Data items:
****************************************

def seats_by_slot(problem: Problem, slots: Sequence[Slot], assignment: Mapping[str, int],
                  taken: Mapping[str, tuple[int, ...]] | None = None) -> list[int]:
    """Seats each slot needs: every attendee of every event in it (with ``taken``, in every slot it takes)."""
    sizes = problem.event_sizes()
    seats = [0] * len(slots)
    for code, n in assignment.items():
        for t in (taken or {}).get(code, (n,)):
            if isinstance(t, int) and 1 <= t <= len(slots):
                seats[t - 1] += sizes.get(code, 0)
    return seats


# --------------------------------------------------------------------------- tables of one timetable


def event_end(problem: Problem, code: str, slot: Slot | None) -> dt.time | None:
    """The time of day ``code`` ends in ``slot`` (:func:`timetabler.model.event_times`: the slot's
    start plus the event's duration, else the slot's end; None when neither is known)."""
    if slot is None:
        return None
    end = event_times(problem.events.get(code), slot)[1]
    return end.time() if end is not None else None


def _room_text(run: SolveRun, code: str) -> tuple[str, int | None]:
    rooms = run.rooms.get(code) or []
    if not rooms:
        return "", None
    return ", ".join(str(name) for name, _ in rooms), sum(int(seats) for _, seats in rooms)


def _taken_words(slots: Sequence[Slot], taken: tuple[int, ...]) -> str:
    return "; ".join(slots[t - 1].label for t in taken if 1 <= t <= len(slots))


def events_table(problem: Problem, run: SolveRun, people: TimetablePeople | None = None) -> PublishedTable:
    """One row per event: its slot, date, start, end, rooms, seats and size.

    The end is the event's own (start plus its duration), not the slot's, when it has a duration:
    an event longer than its slot ends in a later slot, and when some event does, a column
    "Slots taken" lists every slot it takes (``people``: :func:`timetable_people`).

    When some event names preferred rooms, two more columns: those rooms, and whether the
    event has seats in one of them (blank when it has no preference or no rooms).
    """
    slots = _run_slots(run)
    places = slot_places(slots)
    sizes = problem.event_sizes()
    preferences = any(e.preferred_rooms for e in problem.events.values())
    if people is None and people_matter(problem, slots) and has_timetable(run):
        people = timetable_people(problem, run)
    spans = people is not None and any(len(t) > 1 for t in people.taken.values())
    table = PublishedTable(
        "Events",
        [
            Column("Event"), Column("Title"), Column("Slot", INT), Column("Slot label"), Column("Day", INT),
            Column("Session", INT), Column("Date", DATE), Column("Start", TIME), Column("End", TIME),
            Column("Rooms"), Column("Seats", INT), Column("Size", INT),
        ] + ([Column("Preferred rooms"), Column("In a preferred room", FLAG)] if preferences else [])
        + ([Column("Slots taken", note="every slot a long event takes")] if spans else []),
        title="Every event and its slot",
    )
    assignment = run.assignment
    for code in sorted(problem.events, key=lambda c: (assignment.get(c, 10**9), c)):
        event = problem.events[code]
        n = assignment.get(code)
        place = places[n - 1] if n and 1 <= n <= len(places) else None
        rooms, seats = _room_text(run, code)
        row = [
            code, event.title or "", n, place.slot.label if place else "", place.day if place else None,
            place.session if place else None, place.slot.date if place else None, place.slot.start if place else None,
            event_end(problem, code, place.slot if place else None), rooms, seats, sizes.get(code, 0),
        ]
        if preferences:
            wanted = {name.strip().casefold() for name in event.preferred_rooms}
            given = {str(name).strip().casefold() for name, _ in run.rooms.get(code) or []}
            row += ["; ".join(event.preferred_rooms), bool(wanted & given) if wanted and given else None]
        if spans:
            row.append(_taken_words(slots, people.taken.get(code, ())))
        table.rows.append(row)
    return table
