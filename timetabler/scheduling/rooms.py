"""Seating the events of each slot in rooms, once the slots are chosen.

The slot model (:mod:`.cpsat_model`) keeps only the aggregate room limits (seats of the
free rooms of each type per slot, and the places they have for events of each size).
Rooms are shared by default: several events, of any lengths, sit in one room as long as
their attendees fit in its seats (counted for the whole slot); a room marked not shared
(``Room.shared`` False, the Rooms sheet's Shared column) or every room when sharing is
switched off holds one event. Given
its timetable, each slot is seated here: best-fit decreasing first (largest event first,
into the smallest room that holds it). When that fails, or leaves a room-goal penalty (below),
one event per room, whole, is solved exactly as an assignment problem; when rooms may be
shared or events split, a small CP-SAT model of that slot alone follows, minimising the
extra rooms used by split events and the room goals. A slot that cannot be seated is
returned to the caller, which forbids that exact group of events in that slot and solves
again (a logic-based Benders cut: Hooker & Ottosson, "Logic-based Benders decomposition",
Math. Programming 96 (2003) 33-60).

Long events and attendees seated apart
--------------------------------------
A long event (one that takes several touching slots,
:meth:`Availability.slots_taken <timetabler.availability.Availability.slots_taken>`) holds the
same rooms, with the same seats, in every slot it takes, and those seats count against each
room in each of those slots. An attendee with an own room (``Attendee.own_room_type``, the
Attendees sheet's Own room column) sits each of their events alone in a room of that type for
their whole sitting (with extra time it may run into the next slot), and the event's own
rooms seat one fewer (:func:`seats_in_rooms`). Such slots are linked: the slots each event
and each sitting apart hold are joined by union-find, and each group of linked slots is seated
jointly, by a greedy that checks every slot an event holds (attendees apart first, each in
the smallest free room of their type) and, when it fails or leaves a room-goal penalty, by a
CP-SAT model of the whole group (:func:`_exact_group`: per room and slot, capacity, sharing
and sitting alone; a room unavailable in any slot an event or sitting holds is not offered to
it). A group that cannot be seated is returned as the exact (event, start) pairs that make it
(``Seating.failed_groups``): no timetable holding all of them can be seated, whatever else it
holds, since more events in those slots only make seating harder. A slot taken by single-slot
events alone, with nobody apart and no extra time running into it, is seated as described above.

Extra time into the next slot
-----------------------------
An attendee seated with their event (not apart) whose extra-time sitting runs past the event's
own slots keeps one seat in the event's room in each such slot (:func:`_tails`): the event's only
room or, when it is split, the room given the most of its seats (ties: the room first in the Rooms
sheet). The rule is ours, and the validator's (:func:`.validator.validate`). Such slots are linked
into the event's group like a long event's; in them the event holds just those seats in that one
room (:func:`tail_room`), counts as present there for sharing (a room not shared holds nothing
else then) and needs that room available. The slot model counts these seats in its per-type seat
totals and room places (:mod:`.cpsat_model`); what those totals let through, the Benders cuts of
failed groups settle.

Preferred and avoided rooms
---------------------------
Two soft goals belong to seating alone, since the slot model does not choose rooms:

* ``preferred_room``: one unit for every seated event that has preferred rooms
  (:attr:`Event.preferred_rooms <timetabler.model.Event.preferred_rooms>`) and has none of
  its seats in one of them;
* ``penalised_room``: one unit for every (event, room) pair in which the room is marked
  :attr:`Room.penalised <timetabler.model.Room.penalised>` (column Avoid).

The greedy places an event whole in the room of least goal cost first (a preferred room,
then an ordinary one, an avoided room last; best fit among rooms of equal cost) and, when
it splits an event, fills avoided rooms last. When its seating of a slot still carries one
of these penalties:

1. the assignment problem (events to rooms of their own, cost ``preferred_room`` for a
   room outside the event's preferred ones plus ``penalised_room`` for an avoided room,
   empty seats breaking ties) gives the least penalty over seatings without sharing or
   splitting, exactly (:func:`scipy.optimize.linear_sum_assignment`);
2. with sharing allowed, or splitting that could pay off (a seating costing more than
   ``room_split``), the slot's CP-SAT model starts from the better seating so far as a hint
   and minimises

       room_split * (rooms used - events) + preferred_room * misses + penalised_room * avoided uses

   (the number of rooms used breaks ties) within ``seconds_per_slot``; a slot where it
   stops on time with a penalty left is listed in ``Seating.unproven_slots``.

A goal of weight 0 is left out throughout. Room names are compared without regard to case.
The slot model itself does not see these goals, so a slot may hold more events than the
rooms not marked Avoid can seat; only seating within the slot is optimised here.
"""

from __future__ import annotations

from dataclasses import dataclass, field

from networkx.utils import UnionFind
from ortools.sat.python import cp_model

from ..availability import Availability
from ..model import Problem, Room, Slot, tail_room


@dataclass
class Seating:
    """Rooms of every seated event, the slots that could not be seated, and the room goals' counts.

    ``rooms``: event -> [(room, seats)], the same rooms and seats in every slot the event takes;
    ``own_rooms``: (attendee, event) -> the room that attendee sits the event in alone (held for
    every slot of their sitting; the event's ``rooms`` seat them no more).
    ``failed_groups``: each group of events that could not be seated together, as the exact
    (event, start slot) pairs a timetable must not repeat all at once (the Benders cut);
    ``failed_slots``: for messages, slot -> the events holding it in a group that failed.
    ``missed_preferred_rooms`` counts events with preferred rooms seated in none of them;
    ``avoided_rooms_used`` counts (event, room marked Avoid) pairs. Both are counts, not
    penalties: multiply by ``Weights.preferred_room`` and ``Weights.penalised_room``.
    """

    rooms: dict[str, list[tuple[str, int]]] = field(default_factory=dict)
    own_rooms: dict[tuple[str, str], str] = field(default_factory=dict)
    failed_groups: list[list[tuple[str, int]]] = field(default_factory=list)
    failed_slots: dict[int, list[str]] = field(default_factory=dict)  # slot -> events that could not be seated together
    missed_preferred_rooms: int = 0
    avoided_rooms_used: int = 0
    unproven_slots: list[int] = field(default_factory=list)  # room goals not proven least within the time
    unsettled_slots: list[int] = field(default_factory=list)  # failed within the time, not proven unseatable


def seated_apart(problem: Problem) -> dict[str, list[tuple[str, str]]]:
    """Event -> [(attendee, own room type)] of its attendees who sit it alone (``Attendee.own_room_type``),
    sorted by attendee; empty when the problem has no rooms (intake then warns that own rooms are ignored)."""
    if not problem.rooms or not problem.people:
        return {}
    out: dict[str, list[tuple[str, str]]] = {}
    for attendee, code in problem.enrolments:
        person = problem.people.get(attendee)
        if person is not None and person.own_room_type:
            out.setdefault(code, []).append((attendee, str(person.own_room_type)))
    return {code: sorted(set(pairs)) for code, pairs in out.items()}


def seats_in_rooms(sizes: dict[str, int], apart: dict[str, list[tuple[str, str]]]) -> dict[str, int]:
    """The seats each event needs in its own rooms: its attendees less those who sit apart."""
    return {code: max(0, n - len(apart.get(code, ()))) for code, n in sizes.items()}
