def room_names_in(cell: object, known: set[str]) -> list[str] | None:
    """The room names listed in a cell: split at ``;`` and line breaks, then at commas unless
    the text with its commas is itself a room's name (``Room 1, East Wing``); None for a
    cell that is not text. ``known`` holds the rooms' names, case folded.

    >>> room_names_in("Orchard Hall; Room 1, East Wing", {"orchard hall", "room 1, east wing"})
    ['Orchard Hall', 'Room 1, East Wing']
    >>> room_names_in("Orchard Hall, Mill Room", {"orchard hall", "mill room"})
    ['Orchard Hall', 'Mill Room']
    """
    if not isinstance(cell, str):
        return None
    out: list[str] = []
    for piece in (identifier(p) for p in re.split(r"[;\n]", cell)):
        if not piece:
            continue
        if piece.casefold() in known:
            out.append(piece)
        else:
            out += [t for t in (identifier(p) for p in piece.split(",")) if t]
    return out


def _check_preferred_rooms(problem: Problem, findings: FindingList, where_event, raw_cell) -> None:
    wanting = sorted(code for code, e in problem.events.items() if e.preferred_rooms)
    if not wanting:
        return
    if not problem.rooms:
        findings.warn(f"{len(wanting)} event(s) name preferred rooms but there is no rooms sheet, so rooms are not "
                      "planned and the preferred rooms were ignored.", where_event(wanting[0], "Preferred rooms"),
                      found=", ".join(problem.events[wanting[0]].preferred_rooms),
                      suggestion="Add a Rooms sheet with every room, its capacity and type.")
        return
    by_key = {r.name.strip().casefold(): r for r in problem.rooms}
    shown = ", ".join(r.name for r in problem.rooms[:4]) + (", ..." if len(problem.rooms) > 4 else "")
    sizes = problem.event_sizes()
    for code in wanting:
        event = problem.events[code]
        where = where_event(code, "Preferred rooms")
        refs = room_names_in(raw_cell(code, "Preferred rooms"), set(by_key)) or event.preferred_rooms
        known: list[str] = []
        for ref in refs:
            room = by_key.get(ref.strip().casefold())
            if room is None:
                findings.error(f"The event {code} names a preferred room that is not in the rooms sheet.", where,
                               found=ref, expected=f"a room name from the rooms sheet ({shown})",
                               suggestion="Check the spelling, or add the room to the rooms sheet.")
                continue
            if room.name not in known:
                known.append(room.name)
            if event.room_type and (room.room_type or "").casefold() != event.room_type.casefold():
                findings.warn(f"The event {code} prefers {room.name}, a room of type '{room.room_type or 'none'}', "
                              f"but it needs a room of type '{event.room_type}': that preference can never be met.",
                              where, found=ref)
            elif room.capacity < sizes.get(code, 0):
                findings.warn(f"The event {code} prefers {room.name}, which seats {room.capacity}, but "
                              f"{sizes[code]} attendees sit it: the room can hold only part of it, when the event "
                              "is split over rooms.", where, found=ref)
        event.preferred_rooms = tuple(known)  # the rooms sheet's spelling, as the engines compare names
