@case("training: SIGTERM during `train`")
def sigterm(d):
    return _signal_case(d, signal.SIGTERM, 143)


@case("training: SIGINT during `train --quiet`")
def sigint(d):
    return _signal_case(d, signal.SIGINT, 130)


@case("training: SIGKILL before the first checkpoint, rerun, then `--resume`")
def killed_then_resume(d):
    out = d / "run"
    proc = start(train_args(out, "budget.max_epochs=null", "budget.max_time=120s", "data.patches_per_epoch=100000"),
                 cwd=d)
    if not wait_for((out / "metrics.csv").exists, proc, 120):
        proc.kill()
        proc.wait()
        return proc.returncode, "", "no metrics.csv appeared", ["the run did not start"]
    proc.kill()
    proc.wait()
    again = run(train_args(out, "budget.max_epochs=1"), cwd=d)
    resumed = run(train_args(out, "budget.max_epochs=1") + ["--resume"], cwd=d)
    problems = clean_error(again, "--resume", code=1)
    if resumed.returncode != 0 or "starting afresh" not in resumed.stderr:
        problems.append(f"--resume: exit {resumed.returncode}, {first_line(resumed.stderr)!r}")
    what = _model_readable(out / "model.safetensors")
    if not what.startswith("model"):
        problems.append(what)
    return f"-9, {again.returncode}, {resumed.returncode}", \
        f"{first_line(again.stderr)} / --resume: {first_line(resumed.stderr)}", what, problems


@case("training: full disk (file size limit 60 kB) during `train`")
def full_disk_train(d):
    out = d / "run"
    p = run(train_args(out, "budget.max_epochs=2"), cwd=d, limit=60_000)
    problems = clean_error(p, "cannot write", "file size limit", code=1)
    left = sorted(x.name for x in out.rglob("*.ckpt")) + hidden(out)
    if left or (out / "model.safetensors").exists():
        problems.append(f"left: {left}")
    return p.returncode, first_line(p.stderr), "no checkpoint, model or temporary", problems


@case("training: diverging run (`--set optim.lr=1e3`)")
def diverged(d):
    out = d / "run"
    p = run(train_args(out, "optim.lr=1e3", "budget.max_epochs=2"), cwd=d)
    problems = clean_error(p, "training diverged", "optim.lr", code=1)
    if "looks" in first_line(p.stderr):
        problems.append("talks about looks")
    if (out / "model.safetensors").exists():
        problems.append("model file written")
    return p.returncode, first_line(p.stderr), "no model file", problems


@case("sizes: `apply --overlap 100000`")
def overlap(d):
    src = write_tif(d / "s.tif", speckle((64, 64)))
    model = model_file(d / "m.safetensors")
    p = run(["apply", src, "--model", model, "--out", d / "o.tif", "--overlap", 100000, "--quiet"], cwd=d)
    problems = clean_error(p, "overlap (100000)", code=2)
    if (d / "o.tif").exists() or hidden(d):
        problems.append("output left")
    return p.returncode, first_line(p.stderr), "nothing", problems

****************************************

Task instructions —
Give again, exactly as written, every line from the first one above through the line that has "if isinstance(t, int)" in it.

The answer —
def seats_by_slot(problem: Problem, slots: Sequence[Slot], assignment: Mapping[str, int],
                  taken: Mapping[str, tuple[int, ...]] | None = None) -> list[int]:
    """Seats each slot needs: every attendee of every event in it (with ``taken``, in every slot it takes)."""
    sizes = problem.event_sizes()
    seats = [0] * len(slots)
    for code, n in assignment.items():
        for t in (taken or {}).get(code, (n,)):
            if isinstance(t, int) and 1 <= t <= len(slots):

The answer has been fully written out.